In his formal statement severing his stations’ ties with NPR after an association that dates back to the founding of that network in 1970, KUSC General Manager Wallace Smith was unusually and brutally candid about his decision to abandon National Public Radio and remain affiliated only with American Public Radio, its 3-year-old upstart rival.

“Unfortunately, NPR began to consider itself the sole source of public-radio programs,” he said. “The leadership of NPR failed to recognize the emerging talent at local public radio. They began to believe that they were the only reliable source of quality public radio programming in America. They failed to acknowledge the fact that good public radio programs could emerge from places outside of Washington, D.C.

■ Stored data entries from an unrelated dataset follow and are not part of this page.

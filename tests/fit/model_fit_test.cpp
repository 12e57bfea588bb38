// The model comparison fit: recovery of a known work function and gap offset from a noise-free
// model curve, and its need for the bias.
#include <gtest/gtest.h>

#include <cmath>
#include <cstdio>
#include <string>

#include "support/synth_sweep.hpp"
#include "support/reference_junction.hpp"
#include "tipgap/core/constants.hpp"
#include "tipgap/core/error.hpp"
#include "tipgap/fit/fit.hpp"
#include "tipgap/fit/model_fit.hpp"
#include "tipgap/synth/synth.hpp"

using namespace tipgap;
using tipgap_test::as_sweep;

namespace {
constexpr double nm_ = 1e-9;
constexpr double eV_ = si::electron_volt;
}  // namespace


// Model comparison on a noise-free curve made by the model itself, with a mean work function
// (4.6 eV) and a gap offset (0.55 nm at z = 0) different from the fit's start (the default
// config's 4.9 eV and a current-matched offset): the fit recovers both. The residuals are
// limited by the model's own accuracy (rel_tol 1e-6 in J) and the cubic B-spline interpolation
// over 33 gaps (~1e-6 in ln|I|); with the strong φ̄-s0 correlation (~-0.996) that leaves errors of
// a few 1e-6 eV and 1e-6 nm (measured: 4.599999 eV, 0.550001 nm). Tolerances 0.1 meV and
// 0.1 pm: 100x the measured error (room for other compilers and maths libraries), still 1000x
// below the 0.2 eV differences a user compares.
TEST(model_fit, recovers_work_function_and_gap_offset_from_noise_free_model_curve) {
    config c = tipgap_test::reference_junction();
    config truth = with_mean_work_function(c, 4.6 * eV_);
    synth_options o;
    o.gap_min_m = 0.5 * nm_;
    o.gap_max_m = 1.1 * nm_;
    o.gap_at_z0_m = 0.55 * nm_;  // z starts at -0.05 nm
    o.points = 61;
    const synth_curve s = synthesise_curve(truth, o);
    const curve_sweep sweep = as_sweep(s, 0, s.samples.size());
    const fit_result lin = fit_sweep(sweep, o.bias_V, fit_options{.model = fit_model::linear});
    const model_fit_result m = fit_model_to_sweep(c, sweep, lin, o.bias_V);
    std::printf("model fit: W %.6f eV (true 4.6), offset %.6f nm (true 0.55), a %.2e, %d iterations, %d evaluations\n",
                m.mean_work_function_J / eV_, m.gap_offset_m / nm_, m.ln_prefactor, m.iterations, m.model_evaluations);
    constexpr double kWorkFunction = 1e-4 * eV_;
    constexpr double kOffset = 1e-13;
    EXPECT_EQ(m.status, fit_status::converged);
    EXPECT_NEAR(m.mean_work_function_J, 4.6 * eV_, kWorkFunction);
    EXPECT_NEAR(m.gap_offset_m, 0.55 * nm_, kOffset);
    EXPECT_NEAR(m.ln_prefactor, 0.0, 0.01);  // same area as the truth
    // The difference tip - sample is held: 4.5 - 5.3 eV.
    EXPECT_NEAR(m.tip_work_function_J - m.sample_work_function_J, -0.8 * eV_, 1e-12 * eV_);
    // The image potential puts φ_ap well below the mean work function (0.3-0.7 eV here).
    EXPECT_LT(m.data_apparent_barrier_J, m.mean_work_function_J - 0.2 * eV_);
    EXPECT_NEAR(m.model_apparent_barrier_J, m.data_apparent_barrier_J, 1e-3 * eV_);
    EXPECT_LT(m.model_evaluations, 10000);
}

TEST(model_fit, needs_a_bias) {
    const config c = tipgap_test::reference_junction();
    synth_options o;
    const synth_curve s = synthesise_curve(c, o);
    const curve_sweep sweep = as_sweep(s, 0, s.samples.size());
    const fit_result lin = fit_sweep(sweep, o.bias_V, fit_options{.model = fit_model::linear});
    try {
        fit_model_to_sweep(c, sweep, lin, std::nan(""), {}, location{"x.csv", 0, 0, ""});
        FAIL() << "no exception";
    } catch (const error& e) {
        EXPECT_EQ(std::string(e.what()),
                  "x.csv: the model comparison needs the bias: add '# bias: 100 mV' (for example) to the curve file");
    }
}
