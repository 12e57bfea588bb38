// The many-curve summary: Birge-scaled weighted mean and the approach - retract difference.
#include <gtest/gtest.h>

#include <cmath>
#include <vector>

#include "tipgap/fit/fit_summary.hpp"

using namespace tipgap;

// Values worked by hand from the formulas in fit_summary.hpp (Birge, Phys. Rev. 40, 207 (1932)).
TEST(fit_summary, weighted_mean_and_birge_ratio) {
    // 10 ± 1 and 12 ± 1: mean 11, se 1/√2; χ² = 1 + 1 = 2 over 1 dof, R = √2 > 1, so the se is
    // scaled to 1; spread (sample sd) √2.
    const std::vector<double> v = {10.0, 12.0}, s = {1.0, 1.0};
    const weighted_mean m = combine_weighted(v, s);
    EXPECT_DOUBLE_EQ(m.mean, 11.0);
    EXPECT_DOUBLE_EQ(m.birge_ratio, std::sqrt(2.0));
    EXPECT_NEAR(m.standard_error, 1.0, 1e-15);
    EXPECT_NEAR(m.spread, std::sqrt(2.0), 1e-15);
    // Consistent values (R < 1) keep the plain 1/sqrt(Σw): 1 ± 1 and 1.5 ± 2: w = 1, 0.25.
    const std::vector<double> v2 = {1.0, 1.5}, s2 = {1.0, 2.0};
    const weighted_mean c = combine_weighted(v2, s2);
    EXPECT_DOUBLE_EQ(c.mean, (1.0 + 0.25 * 1.5) / 1.25);
    EXPECT_LT(c.birge_ratio, 1.0);
    EXPECT_DOUBLE_EQ(c.standard_error, 1.0 / std::sqrt(1.25));
}

TEST(fit_summary, approach_minus_retract_with_p_value) {
    std::vector<fit_result> fits(2);
    fits[0].direction = sweep_direction::approach;
    fits[0].decay_constant_per_m = 10.3e9;
    fits[0].decay_constant_stderr_per_m = 0.3e9;
    fits[1].direction = sweep_direction::retract;
    fits[1].decay_constant_per_m = 9.9e9;
    fits[1].decay_constant_stderr_per_m = 0.4e9;
    for (fit_result& f : fits) {
        f.apparent_barrier_J = apparent_barrier_from_decay(f.decay_constant_per_m);
        f.apparent_barrier_stderr_J = 2.0 * f.apparent_barrier_J * f.decay_constant_stderr_per_m / f.decay_constant_per_m;
    }
    const fit_summary s = summarise_fits(fits);
    // d = 0.4, σ_d = 0.5, z = 0.8: p = 2(1 - Φ(0.8)) = 0.42371497... (scipy.stats.norm.sf(0.8) * 2).
    EXPECT_NEAR(s.hysteresis_per_m, 0.4e9, 1e-3);
    EXPECT_NEAR(s.hysteresis_stderr_per_m, 0.5e9, 1e-3);
    EXPECT_NEAR(s.hysteresis_p_value, 0.4237107971667934, 1e-12);
    EXPECT_EQ(s.decay_constant_per_m.count, 2u);
    EXPECT_NE(describe_summary(s).find("approach - retract"), std::string::npos);
}

// The text: each value with its error to two significant digits and rounded to match (issue 15),
// and a p value below double resolution as "p < 1e-15", never "p = 0".
TEST(fit_summary, text_rounds_values_to_their_errors_and_bounds_tiny_p_values) {
    fit_summary s;
    s.decay_constant_per_m = {.mean = 10.8034e9, .standard_error = 0.0011e9, .birge_ratio = 1.0, .spread = 0.002e9, .count = 3};
    s.apparent_barrier_J = {.mean = 4.44312 * 1.602176634e-19, .standard_error = 0.00093 * 1.602176634e-19, .birge_ratio = 1.0,
                            .spread = 0.0017 * 1.602176634e-19, .count = 3};
    s.hysteresis_per_m = -0.266e9;
    s.hysteresis_stderr_per_m = 0.0023e9;
    s.hysteresis_p_value = 0.0;
    s.approach_decay_per_m.count = 1;
    s.retract_decay_per_m.count = 1;
    const std::string t = describe_summary(s);
    EXPECT_NE(t.find("kappa  10.8034 ± 0.0011 /nm"), std::string::npos) << t;
    EXPECT_NE(t.find("phi_ap 4.44312 ± 0.00093 eV"), std::string::npos) << t;
    EXPECT_NE(t.find("kappa -0.2660 ± 0.0023 /nm over 1 and 1 sweeps, p < 1e-15 (significant"), std::string::npos) << t;
}
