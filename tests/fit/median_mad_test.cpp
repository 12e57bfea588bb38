// median_and_mad (one sort and a merge of the deviations) gives bit for bit the median and the
// median absolute deviation of two nth_element selections (median_in_place), which the noise
// estimate of every fit used before; odd and even lengths, ties, and skewed values.
#include <gtest/gtest.h>

#include <cmath>
#include <random>
#include <vector>

#include "fit/detail/fit_internal.hpp"

namespace {

using tipgap::detail::median_and_mad;
using tipgap::detail::median_in_place;

TEST(median_mad, equals_two_selections_bit_for_bit) {
    std::mt19937_64 rng(11);
    std::normal_distribution<double> normal(0.0, 1.0);
    int cases = 0;
    for (std::size_t n = 1; n <= 60; ++n) {
        for (int kind = 0; kind < 4; ++kind) {
            std::vector<double> v(n);
            for (double& x : v) {
                if (kind == 0) x = normal(rng);
                if (kind == 1) x = std::round(normal(rng) * 2.0);         // many ties
                if (kind == 2) x = std::exp(3.0 * normal(rng)) * 1e-12;   // skewed, currents in A
                if (kind == 3) x = 1e-9 + 1e-25 * static_cast<double>(rng() % 5);  // near-equal values
            }
            std::vector<double> a = v;
            const double m = median_in_place(a);
            for (double& x : a) x = std::abs(x - m);
            const double mad = median_in_place(a);
            std::vector<double> b = v;
            const auto r = median_and_mad(b);
            EXPECT_EQ(r.median, m) << n << " " << kind;
            EXPECT_EQ(r.mad, mad) << n << " " << kind;
            ++cases;
        }
    }
    EXPECT_EQ(cases, 240);
    // A hand case: 1, 2, 4, 7, 20: median 4, deviations 3, 2, 0, 3, 16 -> MAD 3.
    std::vector<double> h{7, 1, 20, 4, 2};
    const auto r = median_and_mad(h);
    EXPECT_EQ(r.median, 4.0);
    EXPECT_EQ(r.mad, 3.0);
}

}  // namespace
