// Coverage of the default fit's intervals on seeded synthetic curves, one family per way real
// curves depart from pure white noise (issue 10). The curves come from a generator written here
// (std::mt19937_64 and std::normal_distribution, the exponential evaluated directly), not from
// lib/synth or any code path of the fitter.
//
// Per family, 200 curves with κ = 10.9 /nm and 2 pA white current noise. Asserted:
//   coverage of the 95 % interval on κ >= 0.92 (white noise also <= 0.98: not too wide). The
//     binomial standard deviation at p = 0.95, n = 200 is 1.5 %, so an honest 95 % interval falls
//     below 0.92 with probability ~2 % per family;
//   the spread of z = (κ̂ - κ)/se (standard deviation over the curves) within 0.85-1.15: 1 for
//     standard errors that are neither too small nor too large (its own sampling sd at n = 200 is
//     ~0.05, so the band is ±3 sd);
//   on white noise, the mean χ²/dof within 0.9-1.1 (its expectation is 1 when the noise model
//     holds; sd of the mean over 200 curves of ~100 points ~0.01, the band leaves room for the
//     estimated noise parameters).
#include <gtest/gtest.h>

#include <algorithm>
#include <cmath>
#include <cstdio>
#include <limits>
#include <random>
#include <string>
#include <vector>

#include "tipgap/fit/fit.hpp"

using namespace tipgap;

namespace {

constexpr double nm = 1e-9, pA = 1e-12;
constexpr double true_kappa = 10.9 / nm;
constexpr int curves_per_family = 200;

struct family {
    std::string name;
    int points = 101;
    double z_last_m = 0.5 * nm;
    double i0_A = 1e3 * pA;     // current at z = 0
    double offset_A = 0.0;
    double jitter_low_m = 0.0;  // gap jitter σ_z drawn per curve, uniform in [low, high]
    double jitter_high_m = 0.0;
    double clip_A = 0.0;        // amplifier saturation (0 = none)
    double noise_A = 2.0 * pA;
};

curve_sweep make_curve(const family& f, std::uint64_t seed) {
    std::mt19937_64 rng(seed);
    std::normal_distribution<double> normal(0.0, 1.0);
    std::uniform_real_distribution<double> uniform(f.jitter_low_m, f.jitter_high_m);
    const double jitter = f.jitter_high_m > 0.0 ? uniform(rng) : 0.0;
    curve_sweep s;
    s.direction = sweep_direction::retract;
    for (int k = 0; k < f.points; ++k) {
        const double z = f.z_last_m * k / (f.points - 1);
        const double dz = jitter > 0.0 ? jitter * normal(rng) : 0.0;
        double i = f.i0_A * std::exp(-2.0 * true_kappa * (z + dz)) + f.offset_A + f.noise_A * normal(rng);
        if (f.clip_A > 0.0) i = std::min(i, f.clip_A);
        s.z_m.push_back(z);
        s.current_A.push_back(i);
    }
    return s;
}

struct family_stats {
    double coverage = 0.0, z_spread = 0.0, mean_chi2 = 0.0;
};

family_stats run_family(const family& f, std::uint64_t seed0) {
    int covered = 0;
    double sz = 0.0, szz = 0.0, schi = 0.0;
    for (int k = 0; k < curves_per_family; ++k) {
        const fit_result r = fit_sweep(make_curve(f, seed0 + static_cast<std::uint64_t>(k)),
                                       std::numeric_limits<double>::quiet_NaN(), fit_options{});
        covered += r.decay_constant_ci_low_per_m <= true_kappa && true_kappa <= r.decay_constant_ci_high_per_m;
        const double z = (r.decay_constant_per_m - true_kappa) / r.decay_constant_stderr_per_m;
        sz += z;
        szz += z * z;
        schi += r.reduced_chi_square;
    }
    const double n = curves_per_family;
    family_stats out;
    out.coverage = covered / n;
    out.z_spread = std::sqrt((szz - sz * sz / n) / (n - 1.0));
    out.mean_chi2 = schi / n;
    std::printf("%-12s coverage %.3f  z spread %.3f  mean chi2/dof %.3f\n", f.name.c_str(), out.coverage, out.z_spread,
                out.mean_chi2);
    return out;
}

void expect_honest(const family_stats& s, const std::string& name) {
    EXPECT_GE(s.coverage, 0.92) << name;
    EXPECT_GE(s.z_spread, 0.85) << name;
    EXPECT_LE(s.z_spread, 1.15) << name;
}

}  // namespace

TEST(coverage, white_noise) {
    const family_stats s = run_family({.name = "white"}, 10000);
    expect_honest(s, "white");
    EXPECT_LE(s.coverage, 0.98);
    EXPECT_GE(s.mean_chi2, 0.9);
    EXPECT_LE(s.mean_chi2, 1.1);
}

TEST(coverage, positive_offset) { expect_honest(run_family({.name = "+3 pA", .offset_A = 3.0 * pA}, 20000), "+3 pA"); }

TEST(coverage, negative_offset) { expect_honest(run_family({.name = "-3 pA", .offset_A = -3.0 * pA}, 30000), "-3 pA"); }

// Gap jitter of 1-3 pm: noise proportional to the current, ε = 2κ σ_z = 0.02-0.065.
TEST(coverage, gap_jitter) {
    expect_honest(run_family({.name = "jitter 1-3pm", .jitter_low_m = 1e-12, .jitter_high_m = 3e-12}, 40000), "jitter");
}

TEST(coverage, few_points) { expect_honest(run_family({.name = "16 points", .points = 16}, 50000), "16 points"); }

// Half of the curve lies in the noise floor.
TEST(coverage, noise_floor) { expect_honest(run_family({.name = "floor", .z_last_m = 1.0 * nm}, 60000), "floor"); }

// The first ~15 points clipped at 1 nA (detected as a flat top and left out).
TEST(coverage, saturation) {
    expect_honest(run_family({.name = "saturated", .i0_A = 5e3 * pA, .clip_A = 1e3 * pA}, 70000), "saturated");
}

“Like all bureaucracies, they began to feed on their own sense of self-importance. They found it difficult to believe that cowpoke stations in places like St. Paul, Minn., with hokey radio shows like ‘A Prairie Home Companion’ could provide quality programming that would capture the imagination of audiences for public radio throughout America.”

In short, concluded Smith, NPR’s own short-sighted arrogance set it up for its current pitched battle for the public airwaves. The battle began in 1982, when KUSC joined forces with stations in New York, Cincinnati, San Francisco and St. Paul to create American Public Radio.

The roots of the war date back even further.

Both sides trace the conflict back to NPR’s creation in 1970, at a time when public radio most often meant college deejays and campus news departments. These low-power stations were the laboratories where students learned the mechanics of broadcasting, in much the same way that campus newspapers taught novice editors and reporters the craft of journalism.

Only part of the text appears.